P2X7 pre-synaptic receptors in adult rat cerebrocortical nerve terminals: a role in ATP-induced glutamate release
Article first published online: 28 FEB 2008
© 2008 The Authors. Journal Compilation © 2008 International Society for Neurochemistry
Journal of Neurochemistry
Volume 105, Issue 6, pages 2330–2342, June 2008
How to Cite
Marcoli, M., Cervetto, C., Paluzzi, P., Guarnieri, S., Alloisio, S., Thellung, S., Nobile, M. and Maura, G. (2008), P2X7 pre-synaptic receptors in adult rat cerebrocortical nerve terminals: a role in ATP-induced glutamate release. Journal of Neurochemistry, 105: 2330–2342. doi: 10.1111/j.1471-4159.2008.05322.x
- Issue published online: 28 FEB 2008
- Article first published online: 28 FEB 2008
- Received December 28, 2007; revised manuscript received February 13, 2008; accepted February 19, 2008.
- cerebrocortical synaptosomes;
- glutamate release;
- human embryonic kidney 293 cells;
- P2X7 receptors
Although growing evidence suggests that extracellular ATP might play roles in the control of astrocyte/neuron crosstalk in the CNS by acting on P2X7 receptors, it is still unclear whether neuronal functions can be attributed to P2X7 receptors.
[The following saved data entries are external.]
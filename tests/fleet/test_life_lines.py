"""The drawing itself: what stands where, told by colour, dash and shape; nothing that the policy refuses."""

from __future__ import annotations

import datetime as dt
import re
import xml.etree.ElementTree as ElementTree
from dataclasses import replace
from itertools import pairwise

import pytest

from fleet.life_lines import (
    CUT,
    FAILED,
    NARROW,
    RUNNING,
    WIDE,
    WITHDRAWN,
    Bar,
    LifeHistory,
    Shade,
    Strip,
    life_lines,
    thinned,
    ticks,
)
from fleet.part_styles import PART_STYLES


def day(text: str) -> float:
    return dt.date.fromisoformat(text).toordinal()


def bar(start: str, end: str, ending: str = FAILED, **more) -> Bar:
    fields = {"rank": 0, "code": "N1", "words": f"N1 {start}"}
    return Bar(start=day(start), end=day(end), ending=ending, **{**fields, **more})


HISTORY = LifeHistory(
    tag="KM-0147",
    first=day("2024-01-01"),
    last=day("2026-01-01"),
    strips=[
        Strip(
            "drive nut",
            [
                bar("2024-01-01", "2024-07-01", FAILED),
                bar("2024-07-01", "2025-01-01", WITHDRAWN, rank=1, code="N2"),
                bar("2025-01-01", "2026-01-01", RUNNING, rank=2, code="N3"),
            ],
        ),
        Strip("lead screw", [bar("2024-01-01", "2026-01-01", RUNNING, code="S1", open_start=True)]),
    ],
    shades=[
        Shade("stop", day("2024-03-01"), day("2024-03-05"), "stood still"),
        Shade("away", day("2025-03-01"), day("2025-04-01"), "at the depot"),
    ],
    visits=[(day("2024-07-01") + 0.5, "visit"), (day("2025-01-01") + 0.5, "visit")],
    counter=[[(day("2024-01-01"), 0.0), (day("2025-01-01"), 400_000.0), (day("2026-01-01"), 1_102_700.0)]],
)


def drawn(history: LifeHistory = HISTORY, layout=WIDE) -> ElementTree.Element:
    return ElementTree.fromstring(str(life_lines(history, layout)))


def of_class(svg: ElementTree.Element, css: str) -> list[ElementTree.Element]:
    return [element for element in svg.iter() if css in (element.get("class") or "").split()]


@pytest.mark.parametrize("layout", [WIDE, NARROW])
def test_each_ending_has_its_own_mark(layout):
    svg = drawn(layout=layout)
    assert len(of_class(svg, "fail")) == 1
    assert len(of_class(svg, "wd")) == 1
    assert len(of_class(svg, "run")) == 2
    assert len(of_class(svg, "open-start")) == 1
    assert len(of_class(svg, "stop")) == 1
    assert len(of_class(svg, "away")) == 1
    assert len(of_class(svg, "visit")) == 2
    assert [element.text for element in of_class(svg, "pos")] == ["drive nut", "lead screw"]
    assert {element.text for element in of_class(svg, "code")} == {"N3", "S1", "1.10 M"}


def test_a_part_has_its_colour_its_dash_and_its_marker_shape():
    svg = drawn()
    for rank in (0, 1, 2):
        style = PART_STYLES[rank]
        assert [each for each in of_class(svg, "fit") if style.css in each.get("class").split()]
        assert [each for each in of_class(svg, "mark") if each.get("d") == style.path]
    assert len({PART_STYLES[rank].path for rank in range(8)}) == 8


@pytest.mark.parametrize("layout", [WIDE, NARROW])
def test_time_runs_to_scale_and_strips_share_it(layout):
    svg = drawn(layout=layout)
    cross = float(re.search(r"translate\(([\d.]+)", of_class(svg, "fail")[0].get("transform")).group(1))
    ring = float(of_class(svg, "wd")[0].get("cx"))
    rail = of_class(svg, "rail")[0]
    left, right = float(rail.get("x1")), float(rail.get("x2"))
    days = HISTORY.last - HISTORY.first
    assert cross == pytest.approx(left + (day("2024-07-01") - HISTORY.first) / days * (right - left), abs=0.06)
    assert ring == pytest.approx(left + (day("2025-01-01") - HISTORY.first) / days * (right - left), abs=0.06)
    year = next(each for each in of_class(svg, "yr") if abs(float(each.get("x1")) - ring) < 0.1)
    assert year is not None


def test_the_counter_rises_from_its_foot_to_its_highest_value():
    points = of_class(drawn(), "counter")[0].get("points").split()
    heights = [float(point.split(",")[1]) for point in points]
    assert heights == sorted(heights, reverse=True)
    share = (heights[0] - heights[1]) / (heights[0] - heights[2])
    assert share == pytest.approx(400_000 / 1_102_700, abs=0.01)


def test_a_failure_before_the_removal_stands_on_its_own_day():
    failed = bar("2024-01-01", "2024-07-01", failed_at=day("2024-06-01"))
    svg = drawn(replace(HISTORY, strips=[Strip("nut", [failed])]))
    cross = float(re.search(r"translate\(([\d.]+)", of_class(svg, "fail")[0].get("transform")).group(1))
    thin = of_class(svg, "thin")[0]
    assert float(thin.get("x1")) == pytest.approx(cross, abs=0.06)
    assert float(thin.get("x2")) > cross


def test_a_stay_that_goes_on_out_of_sight_has_no_mark_at_its_end():
    svg = drawn(replace(HISTORY, strips=[Strip("nut", [bar("2024-01-01", "2025-01-01", CUT)])]))
    assert not [*of_class(svg, "fail"), *of_class(svg, "wd"), *of_class(svg, "run")]


@pytest.mark.parametrize("nasty", ['<script>alert("x")</script>', "a & b", "\"'><b>", "]]>"])
def test_what_people_wrote_is_text_and_nothing_else(nasty):
    named = replace(
        HISTORY,
        tag=nasty,
        strips=[Strip(nasty, [bar("2024-01-01", "2026-01-01", RUNNING, code=nasty, words=nasty)])],
        shades=[Shade("stop", day("2024-03-01"), day("2024-03-05"), nasty)],
        visits=[(day("2024-07-01"), nasty)],
        counter_words=nasty,
    )
    svg = drawn(named)
    assert {element.tag for element in svg.iter()} <= {
        "svg",
        "rect",
        "title",
        "line",
        "text",
        "g",
        "path",
        "circle",
        "polyline",
    }
    assert nasty in [element.text for element in of_class(svg, "pos")]


@pytest.mark.parametrize("layout", [WIDE, NARROW])
def test_no_style_and_no_colour_of_its_own(layout):
    text = str(life_lines(HISTORY, layout))
    assert "style=" not in text
    assert not re.search(r'(fill|stroke)="', text)
    assert not re.search(r"#[0-9a-f]{3,6}\b", text)


@pytest.mark.parametrize("layout", [WIDE, NARROW])
@pytest.mark.parametrize(
    ("first", "last"),
    [
        ("2026-01-01", "2026-01-15"),
        ("2026-01-30", "2026-05-02"),
        ("2019-06-01", "2026-01-01"),
        ("1990-01-01", "2026-01-01"),
    ],
)
def test_labels_of_the_axis_never_run_into_each_other(layout, first, last):
    svg = drawn(replace(HISTORY, first=day(first), last=day(last), strips=[Strip("nut", [])]), layout)
    foot = max(float(each.get("y")) for each in of_class(svg, "ax"))
    places = sorted(float(each.get("x")) for each in of_class(svg, "ax") if float(each.get("y")) == foot)
    assert places
    assert all(later - earlier >= 26 for earlier, later in pairwise(places))
    assert places[-1] <= layout.width - 26


def test_everything_lies_within_the_drawing():
    for layout in (WIDE, NARROW):
        svg = drawn(layout=layout)
        _, _, width, height = (float(number) for number in svg.get("viewBox").split())
        crosses = {line for cross in of_class(svg, "fail") for line in cross}  # drawn about their own middle
        for element in set(svg.iter()) - crosses:
            for name in ("x1", "x2", "cx", "x"):
                assert 0 <= float(element.get(name, 0)) <= width
            for name in ("y1", "y2", "cy", "y"):
                assert 0 <= float(element.get(name, 0)) <= height


def test_cutting_the_past_off_opens_what_began_before():
    later = HISTORY.since(day("2024-10-01"))
    assert [each.start for each in later.strips[0].bars] == [day("2024-10-01"), day("2025-01-01")]
    assert [each.open_start for each in later.strips[0].bars] == [True, False]
    assert [shade.kind for shade in later.shades] == ["away"]
    assert len(later.visits) == 1
    assert HISTORY.since(HISTORY.first) is HISTORY


def test_a_history_without_anything_still_draws():
    empty = LifeHistory("KM-1", day("2026-01-01"), day("2026-01-01"), [])
    assert drawn(empty).get("role") == "img"
    assert drawn(replace(empty, strips=[Strip("nut", [])], counter=[[]]), NARROW) is not None


def test_quarters_and_years_are_the_firsts_of_their_months():
    found = [(tick.kind, tick.words) for tick in ticks(day("2024-11-15"), day("2025-08-01")) if tick.kind != "mo"]
    assert found == [("yr", "2025"), ("qt", "Q2"), ("qt", "Q3")]


def test_thinning_keeps_the_ends_and_the_order():
    points = [(float(index), float(index * index)) for index in range(5_000)]
    kept = list(thinned(points))
    assert len(kept) < 600
    assert (kept[0], kept[-1]) == (points[0], points[-1])
    assert kept == sorted(kept)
In the present paper, we investigate the location, pharmacological profile, and function of P2X7 receptors on cerebrocortical nerve terminals freshly prepared from adult rats, by measuring glutamate release and calcium accumulation. The preparation chosen (purified synaptosomes) ensures negligible contamination of non-neuronal cells and allows exposure of ‘nude’ release-regulating pre-synaptic receptors. To confirm the results obtained, we also carried out specific experiments on human embryonic kidney 293 cells which had been stably transfected with rat P2X7 receptors. Together, our findings suggest that (i) P2X7 receptors are present in a subpopulation of adult rat cerebrocortical nerve terminals; (ii) P2X7 receptors are localized on glutamatergic nerve terminals; (iii) P2X7 receptors play a significant role in ATP-evoked glutamate efflux, which involves Ca2+-dependent vesicular release; and (iv) the P2X7 receptor itself constitutes a significant Ca2+-independent mode of exit for glutamate.